Records supplied below:

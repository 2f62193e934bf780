//! JCAMP-DX, the open exchange format for spectra: the base format of McDonald & Wilks, Appl.
//! Spectrosc. 42, 151 (1988) (labelled data records, AFFN and the compressed ASDF forms SQZ,
//! DIF, DUP and PAC, the abscissa and DIF Y-checks) and its revisions up to 5.01 (compound files
//! with link blocks, `##NTUPLES=`; Lampen et al., IUPAC recommendations of 1999; citation
//! details for the revisions are from memory).
//!
//! What it reads: `##XYDATA=(X++(Y..Y))`, `##XYPOINTS=(XY..XY)`, `##PEAK TABLE=(XY..XY)` and
//! `(XYW..XYW)`, and the pages of an `##NTUPLES=` block whose data table pairs one x variable
//! with one y variable. Every spectrum of a compound file is a candidate: [`read_blocks`] gives
//! them all, [`read`] the one `--block` names, and refuses to guess when there are several.
//!
//! What it promises: the points are the file's, with XFACTOR and YFACTOR applied, abscissae
//! computed from FIRSTX, LASTX and NPOINTS as the standard says (the values written on each line
//! are check values). Tolerances are those the standard's own rounding allows (see
//! [`line_tolerance`]); what is odd but unambiguous is read and warned about; a refusal happens
//! only where a number could be misread, and names the line and the reason.
//!
//! Work is bounded by what the file states, never by what its counts claim: NPOINTS may not
//! exceed [`MAX_POINTS`], all spectra of one file together not [`MAX_FILE_POINTS`], and a repeat
//! count (DUP) or a run of values that would take the table past NPOINTS is refused on its line
//! before anything is allocated for it.

use super::{Check, RawSpectrum, ReadOptions, spectrum_error, validate_xy};
use crate::error::Result;

/// The most points a spectrum may hold. A UV-Vis-NIR scan over the whole plausible range
/// (150-3500 nm) at 0.01 nm is 335,000 points; a million leaves room and bounds the memory a
/// 181-byte file with a large repeat count can ask for.
pub const MAX_POINTS: usize = 1_000_000;

/// The most points all spectra of one file may hold together (64 MB of x and y): a kinetic
/// series of a few thousand scans fits, a file of many small blocks each asking for a million
/// repeated points does not.
pub const MAX_FILE_POINTS: usize = 4_000_000;

/// How many spectra an error that lists them names before it says "and N more".
const MAX_LISTED: usize = 12;

/// One labelled data record: `##LABEL=value`, its continuation lines and where it started.
#[derive(Debug, Clone)]
struct Ldr {
    label: String,
    value: String,
    line: usize,
    /// The continuation lines with their 1-based numbers.
    body: Vec<(usize, String)>,
}

impl Ldr {
    /// The value with its continuation lines, for records whose value may wrap (NTUPLES lists).
    fn full_value(&self) -> String {
        let mut s = self.value.clone();
        for (_, l) in &self.body {
            s.push(' ');
            s.push_str(l);
        }
        s
    }
}

#[derive(Debug, Clone, Default)]
struct Block {
    ldrs: Vec<Ldr>,
    ended: bool,
    /// The line of the block's first record.
    line: usize,
    /// Blocks opened inside this one (a link block's children).
    nested: usize,
}

impl Block {
    fn get(&self, label: &str) -> Option<&Ldr> {
        self.ldrs.iter().find(|l| l.label == label)
    }
    fn text(&self, label: &str) -> Option<String> {
        self.get(label)
            .map(|l| l.value.trim().to_string())
            .filter(|s| !s.is_empty())
    }
    fn is_link(&self) -> bool {
        self.get("BLOCKS").is_some() || self.text("DATATYPE").is_some_and(|t| t.eq_ignore_ascii_case("LINK"))
    }
    fn title(&self) -> String {
        self.text("TITLE").unwrap_or_default()
    }
}

/// Labels compare without case, spaces, dashes, slashes or underscores (the standard's rule).
pub(crate) fn normalise_label(l: &str) -> String {
    l.chars()
        .filter(|c| !matches!(c, ' ' | '-' | '/' | '_' | '\t'))
        .flat_map(char::to_uppercase)
        .collect()
}

fn strip_comment(line: &str) -> &str {
    match line.find("$$") {
        Some(i) => &line[..i],
        None => line,
    }
}

/// The blocks of a file in the order they start. A `##TITLE=` opens a block (inside the one
/// still open, as in a link block), `##END=` closes the innermost.
fn split_blocks(text: &str) -> Vec<Block> {
    let mut done: Vec<Block> = Vec::new();
    let mut stack: Vec<Block> = Vec::new();
    for (i, raw) in text.lines().enumerate() {
        let n = i + 1;
        let line = strip_comment(raw);
        let t = line.trim_start();
        if let Some(rest) = t.strip_prefix("##") {
            let (label, value) = match rest.find('=') {
                Some(eq) => (normalise_label(&rest[..eq]), rest[eq + 1..].to_string()),
                None => (normalise_label(rest), String::new()),
            };
            if label == "TITLE" {
                // Only a link block holds blocks; a new title inside any other block means that
                // block lost its ##END=, and it is kept unended so reading it says so.
                if stack.last().is_some_and(|b| !b.is_link())
                    && let Some(b) = stack.pop()
                {
                    done.push(b);
                }
                if let Some(parent) = stack.last_mut() {
                    parent.nested += 1;
                }
                stack.push(Block {
                    line: n,
                    ..Block::default()
                });
            }
            if label == "END" {
                if let Some(mut b) = stack.pop() {
                    b.ended = true;
                    done.push(b);
                }
                continue;
            }
            if stack.is_empty() {
                stack.push(Block {
                    line: n,
                    ..Block::default()
                });
            }
            if let Some(b) = stack.last_mut() {
                b.ldrs.push(Ldr {
                    label,
                    value,
                    line: n,
                    body: Vec::new(),
                });
            }
        } else if let Some(b) = stack.last_mut()
            && let Some(l) = b.ldrs.last_mut()
            && !t.trim().is_empty()
        {
            l.body.push((n, line.to_string()));
        }
    }
    // Blocks never closed are kept, unended, so the reader can say the file is truncated.
    done.extend(stack);
    done.sort_by_key(|b| b.line);
    done
}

End of Records supplied.

> **What is needed**
Only the lines from the first one of the listing up to and including the line where "rounding allows (see" appears are wanted, reproduced exactly.

> **Problem solution**
repository 2f62193e934bf780
//! JCAMP-DX, the open exchange format for spectra: the base format of McDonald & Wilks, Appl.
//! Spectrosc. 42, 151 (1988) (labelled data records, AFFN and the compressed ASDF forms SQZ,
//! DIF, DUP and PAC, the abscissa and DIF Y-checks) and its revisions up to 5.01 (compound files
//! with link blocks, `##NTUPLES=`; Lampen et al., IUPAC recommendations of 1999; citation
//! details for the revisions are from memory).
//!
//! What it reads: `##XYDATA=(X++(Y..Y))`, `##XYPOINTS=(XY..XY)`, `##PEAK TABLE=(XY..XY)` and
//! `(XYW..XYW)`, and the pages of an `##NTUPLES=` block whose data table pairs one x variable
//! with one y variable. Every spectrum of a compound file is a candidate: [`read_blocks`] gives
//! them all, [`read`] the one `--block` names, and refuses to guess when there are several.
//!
//! What it promises: the points are the file's, with XFACTOR and YFACTOR applied, abscissae
//! computed from FIRSTX, LASTX and NPOINTS as the standard says (the values written on each line
//! are check values). Tolerances are those the standard's own rounding allows (see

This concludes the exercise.